On 5/23/07, Albert Strasheim <[EMAIL PROTECTED]> wrote:
Hello all On Wed, 23 May 2007, Anne Archibald wrote: > On 23/05/07, Albert Strasheim <[EMAIL PROTECTED]> wrote: > > > Consider the following example: > > First a comment: almost nobody needs to care how the data is stored > internally. Try to avoid looking at the flags unless you're > interfacing with a C library. The nice feature of numpy is that it > hides all that junk - strides, contiguous storage, iteration, what > have you - so that you don't have to deal with it.
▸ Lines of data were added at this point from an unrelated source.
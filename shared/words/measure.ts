import { inches, millimetres, UNITS_PER_INCH, UNITS_PER_MM, type Length } from '../model/length';

export type Unit = 'in' | 'mm';

/** Finest fraction that is written out: 1/32 in is a whole number of Lengths. */
const FRACTION = 32;

/**
 * A length as people read it, without its unit: inches as a whole number and a fraction in lowest terms
 * (`3 7/8`, to the nearest 1/32), or millimetres to one decimal (`98.4`).
 */
export function formatLength(length: Length, unit: Unit): string {
  if (unit === 'mm') return String(Math.round((length / UNITS_PER_MM) * 10) / 10).replace('-', '−');
  const parts = Math.round((Math.abs(length) * FRACTION) / UNITS_PER_INCH);
  const whole = Math.floor(parts / FRACTION);
  let numerator = parts % FRACTION;
  let denominator = FRACTION;
  while (numerator > 0 && numerator % 2 === 0) {
    numerator /= 2;
    denominator /= 2;
  }
  const fraction = numerator > 0 ? `${numerator}/${denominator}` : '';
  const sign = length < 0 && parts > 0 ? '−' : '';
  return `${sign}${[whole > 0 || fraction === '' ? String(whole) : '', fraction].filter(Boolean).join(' ')}`;
}

/** Width × height with the unit once, at the end: `3 7/8 × 2 7/8 in`. */
export function formatSize(size: { readonly width: Length; readonly height: Length }, unit: Unit): string {
  return `${formatLength(size.width, unit)} × ${formatLength(size.height, unit)} ${unit}`;
}

/** A unit in which people type. */
export type TypedUnit = Unit | 'cm';

/** `4`, `3.5`, `3,5`, or `3 1/2` and `1/2`. */
const NUMBER = /^(?:(\d+(?:[.,]\d+)?)|(?:(\d+)\s+)?(\d+)\/([1-9]\d*))$/;

/** A length as people type it, with or without a fraction, rounded to a whole unit of 1/160 mm; null for anything else. */
export function parseLength(text: string, unit: TypedUnit): Length | null {
  const match = NUMBER.exec(text.trim());
  if (!match) return null;
  const [, decimal, whole, numerator, denominator] = match;
  const value = decimal !== undefined ? Number(decimal.replace(',', '.')) : Number(whole ?? 0) + Number(numerator) / Number(denominator);
  return unit === 'in' ? inches(value) : millimetres(unit === 'cm' ? value * 10 : value);
}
As luck would have it, I am interfacing with a C library. > > Is it correct that the F_CONTIGUOUS flag is set in the case of the fancy > > indexed x? I'm running NumPy 1.0.3.dev3792 here. > > Numpy arrays are always stored in contiguous blocks of memory with > uniform strides. The "CONTIGUOUS" flag actually means something > totally different, which is unfortunate, but in any case, "fancy > indexing" can't be done as a simple reindexing operation. It must make > a copy of the array. So what you're seeing is the flags of a fresh new > array, created from scratch (and numpy always creates arrays in C > order internally, though that is an implementation detail you should > not rely on). If you are correct that this is in fact a fresh new array, I really don't understand where the values of these flags. To recap: In [19]: x = N.zeros((3,2)) In [20]: x.flags Out[20]: C_CONTIGUOUS : True F_CONTIGUOUS : False OWNDATA : True WRITEABLE : True ALIGNED : True UPDATEIFCOPY : False In [21]: x[:,[1,0]].flags Out[21]: C_CONTIGUOUS : False F_CONTIGUOUS : True OWNDATA : False WRITEABLE : True ALIGNED : True UPDATEIFCOPY : False So since x and x[:,[1,0]] are both new arrays, shouldn't their flags be identical? I'd expect at least C_CONTIGUOUS and OWNDATA to be True.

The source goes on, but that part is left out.